Let’s talk about what these specifications mean in the real world—the final solar cell. The ultimate validation of a wafer’s quality is the performance of the cell built upon it. TONGWEI’s wafers are designed to achieve record-breaking cell efficiencies. For their N-type TOPCon cells, average mass production efficiencies are now consistently exceeding 25.0%, with champion cells in the lab reaching over 26.1%. For advanced P-type PERC, efficiencies are pushing beyond 23.5%. This is made possible by the high lifetime and low degradation characteristics of the wafer. The open-circuit voltage (Voc), a key indicator of material quality, regularly exceeds 710 mV for TOPCon cells and 695 mV for high-end PERC cells. The wafer’s low oxygen content directly translates to significantly reduced light-induced degradation (LID), with TOPCon cells exhibiting less than 1% degradation in the first year and an exceptionally low annual degradation rate thereafter, often below 0.4%.
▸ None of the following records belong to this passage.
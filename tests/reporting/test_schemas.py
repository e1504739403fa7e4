"""The JSON outputs against their JSON Schemas (draft 2020-12, ``ringshift/data/schemas``).

The schemas are read from the source tree (not from an installed copy). Real outputs must validate: a
varied set of molecules (neutral, cation, fused, macrocycle, paratropic, no ring current, no current from
the Hückel-London step, a user circuit, no hydrogens), the bundled demo comparison (peak table and
JCAMP-DX), a report's results.json and pi.json, a trajectory and batch lines (ok and failed). A document
with a renamed, missing, retyped or unannounced field must not.
"""

from __future__ import annotations

import copy
import json
import sys
from pathlib import Path

import numpy as np
import pytest
from jsonschema import Draft202012Validator
from rdkit import Chem
from rdkit.Chem import AllChem
from referencing import Registry, Resource

from ringshift.cli import main
from ringshift.comparison.comparer import KIND_ALIASES
from ringshift.comparison.evidence import CLAIM_VERDICT, HYPOTHESIS_VERDICT, KASS_RAFTERY_2LNB
from ringshift.constants import BETA_MODELS, MODELS, TRAJECTORY_CURRENTS
from ringshift.io.structures import load_structure
from ringshift.reporting import schemas
from ringshift.reporting.json import SCHEMA_VERSION, prediction_to_dict, to_json
from ringshift.reporting.pi_summary import pi_summary
from ringshift.shifts.prediction import predict
from ringshift.spectra.peaks import PEAK_KINDS

REPO = Path(__file__).resolve().parents[2]
SCHEMA_DIR = REPO / "ringshift" / "data" / "schemas"
DEMO = REPO / "ringshift" / "data" / "demo"
NAMES = ("prediction", "comparison", "pi_system", "trajectory", "batch_record")

SCHEMAS = {n: json.loads((SCHEMA_DIR / f"{n}.schema.json").read_text(encoding="utf-8")) for n in NAMES}
REGISTRY = Registry().with_resources((s["$id"], Resource.from_contents(s)) for s in SCHEMAS.values())
VALIDATORS = {n: Draft202012Validator(s, registry=REGISTRY) for n, s in SCHEMAS.items()}

ANNULENE_18 = r"[H]/C1=C/C=C/C=C/C=C\C=C\C=C\C=C/C=C/C=C1\[H]"
PORPHINE = "c1cc2cc3ccc(cc4ccc(cc5ccc(cc1n2)[nH]5)n4)[nH]3"


def errors(name: str, doc) -> list[str]:
    return [f"{e.json_path}: {e.message}" for e in VALIDATORS[name].iter_errors(doc)]


def assert_valid(name: str, doc) -> None:
    errs = errors(name, doc)
    assert not errs, f"{len(errs)} schema errors ({name}):\n" + "\n".join(errs[:10])
    assert schemas.validate(doc) == name            # the packaged loader picks the same schema and agrees


def roundtrip(data: dict) -> dict:
    """What a user reads: the output written as JSON text and parsed back."""
    return json.loads(to_json(data))


def run_cli(argv) -> None:
    with pytest.raises(SystemExit) as exc:
        main(argv)
    assert exc.value.code == 0, f"ringshift {' '.join(map(str, argv))} exited with {exc.value.code}"


# ------------------------------------------------------------------------------------------------ schemas
def test_schema_files_are_valid_draft_2020_12():
    assert sorted(p.name for p in SCHEMA_DIR.iterdir()) == sorted(f"{n}.schema.json" for n in NAMES)
    for name, s in SCHEMAS.items():
        Draft202012Validator.check_schema(s)
        assert s["$schema"] == "https://json-schema.org/draft/2020-12/schema"
        assert s["$id"].endswith(f"/{SCHEMA_VERSION}/{name}.schema.json")
        assert s["properties"]["schema_version"]["const"] == SCHEMA_VERSION
        assert s["additionalProperties"] is False
        assert schemas.schema(name) == s                 # the loader reads these very files
    assert schemas.schema("prediction.schema.json") == SCHEMAS["prediction"]
    with pytest.raises(ValueError, match="unknown schema 'predictions'"):
        schemas.schema("predictions")


def _properties(node, where="#"):
    """(JSON pointer, subschema) of every entry of every ``properties`` in a schema."""
    if isinstance(node, dict):
        for key, sub in node.items():
            if key == "properties":
                for prop, s in sub.items():
                    yield f"{where}/properties/{prop}", s
            yield from _properties(sub, f"{where}/{key}")
    elif isinstance(node, list):
        for k, sub in enumerate(node):
            yield from _properties(sub, f"{where}/{k}")


def test_every_field_is_described():
    missing = [f"{name}.schema.json{ptr}" for name, s in SCHEMAS.items() for ptr, sub in _properties(s)
               if isinstance(sub, dict) and "description" not in sub and not ptr.startswith("#/if/")
               and "/then/" not in ptr and "/else/" not in ptr]
    assert missing == []
    text = json.dumps(SCHEMAS, ensure_ascii=False)
    for unit in ("Å", "ppm", "nA/T", "kcal/mol", "K.", "0-based", "J > 0 diatropic", "positive = downfield", "null"):
        assert unit in text, unit


def test_vocabularies_match_the_code():
    pred, comp, traj, pi = (SCHEMAS[n] for n in ("prediction", "comparison", "trajectory", "pi_system"))
    assert pred["properties"]["model"]["enum"] == list(MODELS)
    assert pred["$defs"]["provenance"]["properties"]["beta_model"]["enum"] == list(BETA_MODELS)
    assert pi["properties"]["beta_model"]["enum"] == list(BETA_MODELS)
    assert traj["$defs"]["provenance"]["properties"]["currents"]["enum"] == list(TRAJECTORY_CURRENTS)
    defs = comp["$defs"]
    assert defs["evidence"]["properties"]["kass_raftery"]["enum"] == [name for _, name in KASS_RAFTERY_2LNB]
    assert set(defs["evidence"]["properties"]["best"]["enum"]) == set(HYPOTHESIS_VERDICT.values())
    assert set(comp["properties"]["verdict"]["enum"]) == set(HYPOTHESIS_VERDICT.values()) | {"inconclusive"}
    assert set(defs["claim"]["properties"]["claim"]["enum"]) == set(CLAIM_VERDICT)
    # one name per peak kind: the JSON writes the peak-list kinds and still accepts the earlier names
    assert set(defs["peak"]["properties"]["kind"]["enum"]) == set(PEAK_KINDS) | set(KIND_ALIASES)


# ------------------------------------------------------------------------------------- real outputs valid
def _one_user_circuit_without_pi(d, pi):
    c = d["circuits"][0]
    return c["label"] == "U1" and c["pi_electrons"] is None and c["huckel_class"] is None


MOLECULES = [
    # id, SMILES, conformers, predict options, what makes the case (checked, so the variety is real)
    ("benzene", "c1ccccc1", 1, {},
     lambda d, pi: d["circuits"][0]["huckel_class"] == "4n+2" and len(d["protons"]) == 6),
    ("tropylium", "C1=CC=C[CH+]C=C1", 1, {"model": "johnson-bovey"},
     lambda d, pi: d["charge"] == 1 and pi["charge"] == 1 and d["protons"][0]["charge_ppm"] > 0),
    ("naphthalene", "c1ccc2ccccc2c1", 1, {"model": "haigh-mallion"},
     lambda d, pi: len(d["circuits"]) == 2 and d["perimeters"][0]["current_nA_per_T"] is None),
    ("18-annulene", ANNULENE_18, 2, {},
     lambda d, pi: d["circuits"][0]["kind"] == "macrocycle" and d["circuits"][0]["size"] == 18),
    ("porphine", PORPHINE, 1, {"model": "dipole"}, lambda d, pi: any(c["kind"] == "macrocycle" for c in d["circuits"])),
    ("pentalene", "C1=CC2=CC=CC2=C1", 1, {}, lambda d, pi: d["circuits"][0]["current_nA_per_T"] < 0),
    ("cyclohexane", "C1CCCCC1", 1, {},
     lambda d, pi: d["circuits"] == [] and pi["levels"] is None and pi["huckel_class"] is None),
    ("cyclobutadiene-uniform-beta", "C1=CC=C1", 1, {"beta_model": "uniform"},
     lambda d, pi: d["circuits"][0]["current_nA_per_T"] is None and pi["levels"]["open_shell"]),
    ("user-circuit-off-pi", "C1CCCCC1", 1, {"currents": "benzene", "user_circuits": [[0, 1, 2, 3, 4, 5]]},
     _one_user_circuit_without_pi),
    ("benzene-set-current-network", "c1ccccc1", 1,
     {"model": "network", "set_current": {"R1": -6.0}, "scale": {"R1": 0.5}},
     lambda d, pi: d["circuits"][0]["current_nA_per_T"] == -3.0 and d["model"] == "network"),
    ("no-hydrogens", "O=C1C(=O)C(=O)C1=O", 1, {}, lambda d, pi: d["protons"] == [] and d["groups"] == []),
]


@pytest.mark.parametrize("smiles,conformers,options,check", [m[1:] for m in MOLECULES], ids=[m[0] for m in MOLECULES])
def test_prediction_and_pi_summary_validate(smiles, conformers, options, check):
    s = load_structure(smiles, conformers=conformers)
    pred = predict(s, **options)
    doc = roundtrip(prediction_to_dict(pred))
    pi = roundtrip(pi_summary(s, beta_model=options.get("beta_model", "scf"), prediction=pred))
    assert check(doc, pi)
    assert_valid("prediction", doc)
    assert_valid("pi_system", pi)


@pytest.fixture(scope="module")
def outputs(tmp_path_factory):
    """Real CLI outputs, parsed: demo comparisons, a report, a trajectory and batch lines."""
    tmp = tmp_path_factory.mktemp("schemas")
    out = {}
    run_cli(["compare", str(DEMO / "fj14c.sdf"), str(DEMO / "fj14c_peaks.csv"), "--claim", "aromatic",
             "--format", "json", "-o", str(tmp / "c1.json")])
    run_cli(["compare", str(DEMO / "fj14c.sdf"), str(DEMO / "fj14c_1H.jdx"), "--format", "json",
             "-o", str(tmp / "c2.json")])
    out["comparison_table"] = json.loads((tmp / "c1.json").read_text(encoding="utf-8"))
    out["comparison_jcamp"] = json.loads((tmp / "c2.json").read_text(encoding="utf-8"))

    peaks = tmp / "p.csv"
    peaks.write_text("shift_ppm,integral\n7.36,6\n", encoding="utf-8")
    run_cli(["report", "c1ccccc1", str(peaks), "-o", str(tmp / "rep"), "--conformers", "1", "--quiet"])
    out["report_results"] = json.loads((tmp / "rep" / "results.json").read_text(encoding="utf-8"))
    out["report_pi"] = json.loads((tmp / "rep" / "pi.json").read_text(encoding="utf-8"))

    # benzene frames with slightly moved atoms and energies in the comment lines
    m = Chem.AddHs(Chem.MolFromSmiles("c1ccccc1"))
    AllChem.EmbedMolecule(m, randomSeed=7)
    xyz0 = m.GetConformer().GetPositions()
    rng = np.random.default_rng(0)
    symbols = [a.GetSymbol() for a in m.GetAtoms()]
    text = ""
    for k in range(4):
        xyz = xyz0 + rng.normal(scale=0.03, size=xyz0.shape)
        text += f"{len(symbols)}\nframe {k + 1} energy={0.2 * k:.2f}\n"
        text += "".join(f"{el} {x:.5f} {y:.5f} {z:.5f}\n" for el, (x, y, z) in zip(symbols, xyz))
    frames = tmp / "benzene.xyz"
    frames.write_text(text, encoding="utf-8")
    run_cli(["trajectory", str(frames), "--format", "json", "-o", str(tmp / "t1.json")])
    run_cli(["trajectory", str(frames), "--format", "json", "--weights", "boltzmann", "--exchange", "auto",
             "--currents", "huckel-per-frame", "-o", str(tmp / "t2.json")])
    out["trajectory"] = json.loads((tmp / "t1.json").read_text(encoding="utf-8"))
    out["trajectory_exchange"] = json.loads((tmp / "t2.json").read_text(encoding="utf-8"))

    lib = tmp / "lib.smi"
    lib.write_text("c1ccccc1 benzene\nC1CC(( broken\nC1=CC=C[CH+]C=C1 tropylium\n", encoding="utf-8")
    run_cli(["batch", str(lib), "-o", str(tmp / "out.jsonl"), "--conformers", "1", "--quiet"])
    out["batch"] = [json.loads(line) for line in (tmp / "out.jsonl").read_text(encoding="utf-8").splitlines()]
    return out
From a manufacturing and reliability standpoint, the mechanical strength of the wafer is non-negotiable. The stringent control over TTV, warp, and bow results in a mechanical yield—the percentage of wafers that survive the cell production line without breaking—that is typically above 99.5%. This is crucial for reducing production costs and waste. Furthermore, the wafers are certified to meet or exceed the mechanical stress requirements outlined in standards like IEC 61215, ensuring they can withstand the thermal cycling and mechanical loads experienced over a 25- to 30-year lifespan in a module. The wafers also exhibit excellent uniformity in terms of resistivity and thickness across the entire batch and even within a single wafer, with resistivity variation typically held to within ±5%. This uniformity is vital for ensuring every cell in a module performs consistently, preventing mismatch losses that can drag down the entire system’s output.
Beyond the standard specs, TONGWEI is investing heavily in next-generation wafer technologies. This includes the development of wafers for heterojunction (HJT) cell technology, which require even thinner geometries (down to 130 µm or less) and ultra-clean surfaces. They are also exploring gallium-doped P-type wafers as an alternative to boron-doped ones, which completely eliminates Boron-Oxygen induced degradation (BO-LID), offering another pathway to ultra-stable module performance. The R&D focus is clearly on pushing the limits of wafer thinness to reduce silicon consumption and cost, while simultaneously enhancing the intrinsic quality to support the efficiency roadmaps of all major cell architectures, from PERC and TOPCon to HJT and future tandem cells.